Management of Head Trauma and Increased Intracranial Pressure
Management of head trauma requires a multidisciplinary team. Depending on specific conditions and the severity of injury, outdoor clinic to ICU patient treatment may be necessary.
Hematomas, epidural and subdural, require surgical decompression depending on the neurological status and elevation of ICP.
Contusion and DAI injuries usually require aggressive conservative treatment to prevent raised ICP and its complications.
Firstly, that includes elevation of the head of the bed to improve venous drainage; maintenance of PaO2 >100 mmHg and PaCO2 30-35 mmHg by adequate ventilation and oxygenation; use of the lowest possible AW pressures to avoid obstruction of venous drainage; keeping MAP at pre-intubation level.
Also manitol (or 3 % saline) in 20-30 min intervals is used to reduce ICP by reducing cerebral parenchymal cell water (although it is well known that afterwards drug enters CSF and increases ICP). This neuromuscular blocking drug reduces ICP by blocking the coughing reflex. Sedation by decreasing anxiety, fear and response to pain block the increase of ICP. Steroids reduce edema in traumatic brain injury, but their effect is much more beneficial in the setting of intracranial tumors.

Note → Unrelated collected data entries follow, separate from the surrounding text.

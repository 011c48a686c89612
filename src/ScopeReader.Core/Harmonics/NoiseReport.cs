using ScopeReader.Numerics;
using ScopeReader.Readings;
using static ScopeReader.Harmonics.HarmonicAnalyser;

namespace ScopeReader.Harmonics;

/// <summary>Writes down what stands beside the fundamental: signal to noise and distortion, the strongest other line, the noise floor.</summary>
/// <remarks>
/// SINAD: power of the fundamental over that of all the rest but the mean; ENOB = (SINAD - 1.7609 dB)/6.0206 dB (IEEE Std 1057 and
/// 1241, from memory). Noise floor: σ² of the noise over half of the sample rate, over the fundamental's power A²/2: 4σ²Δt/A² a hertz.
/// </remarks>
internal sealed class NoiseReport(HarmonicLines lines)
{
    private const double OneSided95 = 1.645;

    // Squares of the fundamental's: what arithmetic leaves of the sums of a fit, and of a residual taken sample by sample.
    private const double SumRounding = 1e-14, ResidualRounding = 1e-26;

    // A mean rounding error of this share of a step is left by noise of a third of one.
    private const double SpreadSteps = 0.05;
    // Harmonics of a triangle have 1.5 % of its power.
    private const double MostDistorted = 0.01;
    private const int MostNamed = 5;

    private readonly WaveformJob _job = lines.Job;
    private readonly HarmonicLevels _levels = lines.Levels;
    private readonly double _power = lines.Fundamental.Amplitude * lines.Fundamental.Amplitude / 2;

    public void Write()
    {
        WriteRest();
        WriteStrongest();
        WriteFloor();
        WriteOthers();
    }

    private bool StepsRemain => lines.Fundamental.Steps.Most > SpreadSteps * _levels.Step && _levels.Step > 0;

    private void WriteRest()
    {
        double harmonics = _levels.HarmonicPower, rest = _levels.RestVariance + harmonics;
        if (rest < SumRounding * _power)
        {
            _job.Sheet.Refuse("no-noise", "nothing is left beside the fundamental: the samples look computed, not captured", Quantities.Sinad, Quantities.Enob);
            return;
        }
        NoiseLines noise = _levels.Rest;
        double others = harmonics + noise.Lines.Sum(l => l.Amplitude * l.Amplitude / 2), n = _levels.Count;
        // The mean square of noise scatters by σ²√(2/ν); a line of amplitude A, read together with it, by A·σ√(2/N).
        double own = noise.Variance * Math.Sqrt(2 / (noise.Whiteness * n));
        double square = own * own + 4 * others * noise.Variance / n;
        // Two lines that are some cycles a record apart are not quite orthogonal: their powers do not just add up.
        foreach (HarmonicLevel h in lines.Harmonics.Skip(1))
            square += Math.Pow(h.Fitted * h.Leakage, 2);
        Budget budget = _job.Chain.ForRelativeDecibels(
            [BudgetTerm.Normal("noise", Math.Sqrt(square), Decibels.PerRelativeAmplitude / 2 / rest), .. lines.Fundamental.Terms(" of fundamental"), .. lines.RollOff.Terms(2), lines.FrequencyTerm(1)]);
        double sinad = Decibels.OfPowers(_power / rest);
        Add(Quantities.Sinad, sinad, budget, Text($"over the band to {lines.Place(0.5)}"));
        if (harmonics > MostDistorted * _power)
            _job.Sheet.Refuse("no-sine", "the wave is no sine: its own harmonics would count as a converter's errors", Quantities.Enob);
        else
            Add(Quantities.Enob, Distortion.EffectiveBits(sinad), budget.Times(1 / Distortion.DbPerBit), "of this wave, source and instrument together");
    }

    private void WriteStrongest()
    {
        var found = new List<(string Name, double Amplitude, double U, IReadOnlyList<BudgetTerm> Terms)>();
        foreach (HarmonicLevel h in lines.Harmonics.Skip(1).Where(h => h.IsResolved))
            found.Add((h.Order <= lines.Counts.Seen ? $"harmonic-{h.Order}" : $"harmonic-{h.Order}, folded", h.Amplitude, h.Noise, [.. lines.Terms(h)]));
        foreach (OtherLine other in lines.Others)
            found.Add((other.FoldedOrder is { } order ? $"harmonic-{order}, folded" : $"a line at {lines.Place(other.Line.Frequency)}", other.Line.Amplitude, other.Line.Uncertainty,
                [other.Term, .. lines.Fundamental.Terms(" of fundamental"), .. lines.RollOff.Terms(1)]));
        found.Sort((a, b) => b.Amplitude.CompareTo(a.Amplitude));
        double hidden = lines.InBand.Where(h => !h.IsResolved).Select(h => h.AtMost).DefaultIfEmpty(0).Max();
        if (found.Count == 0)
        {
            double bound = -lines.Dbc(Math.Max(hidden, _levels.Rest.Threshold));
            string reason = lines.InBand.Any(h => h.IsHiddenBySteps)
                ? Text($"> {bound:F1} dB: not resolved: quantisation: no noise spreads the converter's steps, and no line stands out of what they may make")
                : Text($"> {bound:F1} dB: no other line stands out of the noise; capture longer");
            if (_job.Plan.Chain.FlatnessDb is { } flatness)
                _job.Sheet.RefuseAbove("below-noise", reason, bound - flatness, Quantities.Sfdr);
            else
                _job.Sheet.Refuse("below-noise", reason, Quantities.Sfdr);
            return;
        }
        double largest = found[0].Amplitude, next = found.Skip(1).Select(l => l.Amplitude + OneSided95 * l.U).Append(hidden).Max();
        Budget budget = _job.Chain.ForRelativeDecibels(found[0].Terms);
        if (next > largest)
            budget = budget.With(BudgetTerm.Rectangular("choice of the strongest", Decibels.OfAmplitudes(next / largest)));
        Add(Quantities.Sfdr, -lines.Dbc(largest), budget, found[0].Name);
    }

    private void WriteFloor()
    {
        NoiseFloor noise = _levels.Floor;
        if (!_job.Waveform.Axis.IsTimed)
        {
            _job.Sheet.Refuse("no-interval", "the file states no sample interval, and a density needs one; give it with --interval or --rate", Quantities.NoiseFloor);
            return;
        }
        double density = 2 * noise.Variance * _job.Waveform.Interval / _job.Chain.FrequencyFactor;
        if (noise.Variance < ResidualRounding * _power || StepsRemain)
        {
            _job.Sheet.Refuse(StepsRemain ? "quantisation" : "no-noise", StepsRemain
                ? Text($"not resolved: quantisation: the converter's steps, not noise, leave {Decibels.OfPowers(density / _power):F1} dBc/Hz; add half a step of noise, or more bits")
                : "there is no noise: the samples look computed, not captured", Quantities.NoiseFloor);
            return;
        }
        Budget budget = _job.Chain.ForRelativeDecibels(
            [BudgetTerm.Normal("noise", Math.Sqrt(2 / noise.DegreesOfFreedom), Decibels.PerRelativeAmplitude / 2), .. lines.Fundamental.Terms(" of fundamental"), .. lines.RollOff.Terms(2)]);
        Add(Quantities.NoiseFloor, Decibels.OfPowers(density / _power), budget, Text($"mean over the band to {lines.Place(0.5)}, lines left out"));
    }

    private void WriteOthers()
    {
        OtherLine[] spurs = [.. lines.Others.Where(l => l.FoldedOrder is null)];
        if (spurs.Length == 0)
            return;
        string named = string.Join(", ", spurs.Take(MostNamed).Select(s => Text($"{lines.Place(s.Line.Frequency)} ({lines.Dbc(s.Line.Amplitude):F1} dBc)")));
        string more = spurs.Length > MostNamed ? Text($" and {spurs.Length - MostNamed} weaker") : "";
        string why = StepsRemain
            ? "the converter's steps may make them, for no noise spreads those"
            : "another source, a supply or a mixing product; see whether they stay when this source is off";
        _job.Sheet.Add(new Finding("spurs", Text($"{(spurs.Length == 1 ? "a line that is no harmonic" : "lines that are no harmonics")}: {named}{more}: {why}"), "spurs"));
    }

    private void Add(Quantity quantity, double value, Budget budget, string note) =>
        _job.Sheet.Add(new Reading(quantity, value, quantity.Unit, budget, Method) { Count = lines.Counts.Cycles, Note = note });
}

In 2016, the brain trauma foundation gave recommendations for specific treatment options and desired threshold values:
- Blood pressure thresholds should not exceed 100 mmHg for patients 50 to 69 years old or 110 mmHg or above for patients 15 to 49 or above 70 years as it is considered to decrease mortality and improve outcomes.
- Intracranial pressure thresholds: treading ICP higher than 22 mmHg is recommended because values above this level are associated with increased mortality.
- A combination of ICP values and clinical and brain CT findings may be used to make / alter management decisions.
- Cerebral perfusion pressure: recommended target CPP value for survival and adequate outcomes is 60 – 70 mmHg (although minimum optimal CPP threshold may depend upon the autoregulatory status of the patient).
- Avoiding aggressive attempts to maintain CPP higher than 70 mmHg with fluids and pressors because of the risk of adult respiratory failure.
- Advanced cerebral monitoring, such as jugular venous saturation lower than 50% may reduce mortality and improve outcomes.
Complications of Traumatic Brain Injury
Both mild and severe traumatic brain injury can lead to complications, the most common being post traumatic seizures. These frequently occur after severe TBI, communicative hydrocephalus, deep vein thrombosis that occurs in half of the patients, spasticity, gastrointestinal and genitourinary complications that present most common in sequels, post traumatic longstanding agitation and heterotopic ossification which are clinically significant in one fifth of the patients.